Am I the only one who thinks al-Zawahri has his own cubicle at al-Jazeera?

I imagine al-Zawahri coming to work every day with his turban and robe and plastic rifle, a cup of coffee in one hand, a copy of The Jihad Gazette tucked under his arm. The al-Jazeera station manager sees him and calls out, “Hey Showtime, we have a slow news day. Can you do one of those taped message thingees?”

So al-Zawahri takes his brown sheet and plastic rifle into the break room and tells the employees who are eating their figs to be quiet for a minute while he makes his recording.

Read the whole thing. Zawahiri: Doubleteamed by Scott Adams and Scrappleface. He might as well surrender now!

DOING DONUTS, instead of eating them.

BOTTOMS UP:

Moderate drinking may lengthen your life, while too much may shorten it, researchers from Italy report. Their conclusion is based on pooled data from 34 large studies involving more than 1 million people and 94,000 deaths.

According to the data, drinking a moderate amount of alcohol — up to four drinks per day in men and two drinks per day in women — reduces the risk of death from any cause by roughly 18 percent, the team reports in the Archives of Internal Medicine.

Helen’s cardiologist is now encouraging her to have a glass of wine most days, which I think is good for most of us. Plus, it can add life to your years, which is important, too.

Hey, maybe this present isn’t just for Stephen Green!

ROBOT RIGHTS:

Visions of the status of robots around 2056 have emerged from one of 270 forward-looking papers sponsored by Sir David King, the UK government’s chief scientist. The paper covering robots’ rights was written by a UK partnership of Outsights, the management consultancy, and Ipsos Mori, the opinion research organisation.

“If we make conscious robots they would want to have rights and they probably should,” said Henrik Christensen, director of the Centre of Robotics and Intelligent Machines at the Georgia Institute of Technology.

The idea will not surprise science fiction aficionados. It was widely explored by Dr Isaac Asimov, one of the foremost science fiction writers of the 20th century. He wrote of a society where robots were fully integrated and essential in day-to-day life.

In his system, the ‘three laws of robotics’ governed machine life. They decreed that robots could not injure humans, must obey orders and protect their own existence – in that order.

Robots and machines are now classed as inanimate objects without rights or duties but if artificial intelligence becomes ubiquitous, the report argues, there may be calls for humans’ rights to be extended to them.

Yes. If you’d like a nice view of what such a world might look like, read Greg Egan’s novels, Permutation City and Diaspora. Or you can always visit the American Society for the Prevention of Cruelty to Robots. Motto: “Robots are people too! Or at least, they will be someday.”

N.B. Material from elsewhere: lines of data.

import { permissionScope } from '../../shared/auth/permissions.ts'
import type { CalendarCrew } from '../../shared/bookings/calendar-schemas.ts'
import type { Day } from '../../shared/calendar/days.ts'
import { localDayOf } from '../../shared/calendar/local-time.ts'
import type { CurrentUser } from '../auth/current-user.ts'
import { readActiveCrews } from '../bookings/calendar-service.ts'
import type { DbOrTx } from '../db/client.ts'
import { type Firm, readFirm } from '../firm/firm-store.ts'
import { crewIdsOf } from '../people/roster.ts'

export type RainOffViewer = {
  firm: Firm
  today: Day
  now: Date
  isOffice: boolean
  /** All for the office; otherwise those the person is in today or on the day asked about. */
  crews: CalendarCrew[]
}

export function readViewer(db: DbOrTx, user: CurrentUser, now: Date, on?: Day): RainOffViewer {
  const firm = readFirm(db)
  const today = localDayOf(now, firm.timeZone)
  const isOffice = permissionScope(user.role, 'rain-off:ask') === 'all'
  const own = new Set([today, on ?? today].flatMap((day) => crewIdsOf(db, user.id, day)))
  const crews = readActiveCrews(db).filter((crew) => isOffice || own.has(crew.id))
  return { firm, today, now, isOffice, crews }
}
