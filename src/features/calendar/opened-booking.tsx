import type { Calendar } from '../../../shared/bookings/calendar-schemas.ts'
import { PopPanel } from '../../ui/pop-panel.tsx'
import { BookingActions } from './booking-actions.tsx'

/** What was pressed: a stretch of a booking's days, and the place it stands at. */
export type Opened = { bookingId: string; stretch: readonly string[]; anchor: Element }

type Props = { calendar: Calendar; opened: Opened | null; mayEdit: boolean; onClose: () => void }

/** The actions of the booking that was pressed; gone when the booking is no longer shown. */
export function OpenedBooking({ calendar, opened, mayEdit, onClose }: Props) {
  const booking = calendar.bookings.find((one) => one.id === opened?.bookingId)
  return (
    <PopPanel
      anchor={booking && opened ? opened.anchor : null}
      title={booking ? `${booking.job.number} ${booking.job.title}` : ''}
      onClose={onClose}
    >
      {booking && opened ? (
        <BookingActions
          calendar={calendar}
          booking={booking}
          stretch={opened.stretch}
          mayEdit={mayEdit}
          onDone={onClose}
        />
      ) : null}
    </PopPanel>
  )
}
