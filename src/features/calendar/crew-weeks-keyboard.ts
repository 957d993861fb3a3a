import type { CollisionDetection, KeyboardCoordinateGetter } from '@dnd-kit/core'
import { pointerWithin } from '@dnd-kit/core'
import type { Day } from '../../../shared/calendar/days.ts'

export const cellId = (crewId: string, day: Day): string => `cell ${crewId} ${day}`

const insetPx = 8

/** The cell under the pointer; by keys, the cell at the top left of what is in hand. */
export const cellInReach: CollisionDetection = (args) => {
  if (args.pointerCoordinates) return pointerWithin(args)
  const { left, top } = args.collisionRect
  return pointerWithin({ ...args, pointerCoordinates: { x: left + insetPx, y: top + insetPx } })
}

const steps: Record<string, { crews: number; days: number }> = {
  ArrowLeft: { crews: 0, days: -1 },
  ArrowRight: { crews: 0, days: 1 },
  ArrowUp: { crews: -1, days: 0 },
  ArrowDown: { crews: 1, days: 0 },
}

type Grid = { crewIds: readonly string[]; days: readonly Day[]; firstDay: Day }

/** Arrows carry what is in hand from cell to cell; from outside the grid, to its first open day. */
export function keyboardOver(grid: Grid): KeyboardCoordinateGetter {
  const { crewIds, days, firstDay } = grid
  return (event, { context }) => {
    const step = steps[event.code]
    if (!step) return undefined
    event.preventDefault()
    const at: unknown = context.over?.data.current
    const cell = isCell(at) ? at : null
    const crewAt = cell ? crewIds.indexOf(cell.crewId) + step.crews : 0
    const dayAt = cell ? days.indexOf(cell.day) + step.days : days.indexOf(firstDay)
    const [crewId, day] = [crewIds[crewAt], days[dayAt]]
    if (crewId === undefined || day === undefined) return undefined
    const rect = context.droppableRects.get(cellId(crewId, day))
    return rect ? { x: rect.left, y: rect.top } : undefined
  }
}

export function isCell(data: unknown): data is { crewId: string; day: Day } {
  return typeof data === 'object' && data !== null && 'crewId' in data && 'day' in data
}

UPDATE: Hey, I had forgotten this column on the subject from 2003.

PEOPLE ARE STILL EMAILING ME about Joseph Rago’s rather embarrassing anti-blog screed. I thought that it was already pretty handily dealt with by today’s Day By Day cartoon, which I linked earlier. I notice that Rago has fixed the typo, though, after just a few hours, a speed that is only a bit slower than the average blogger.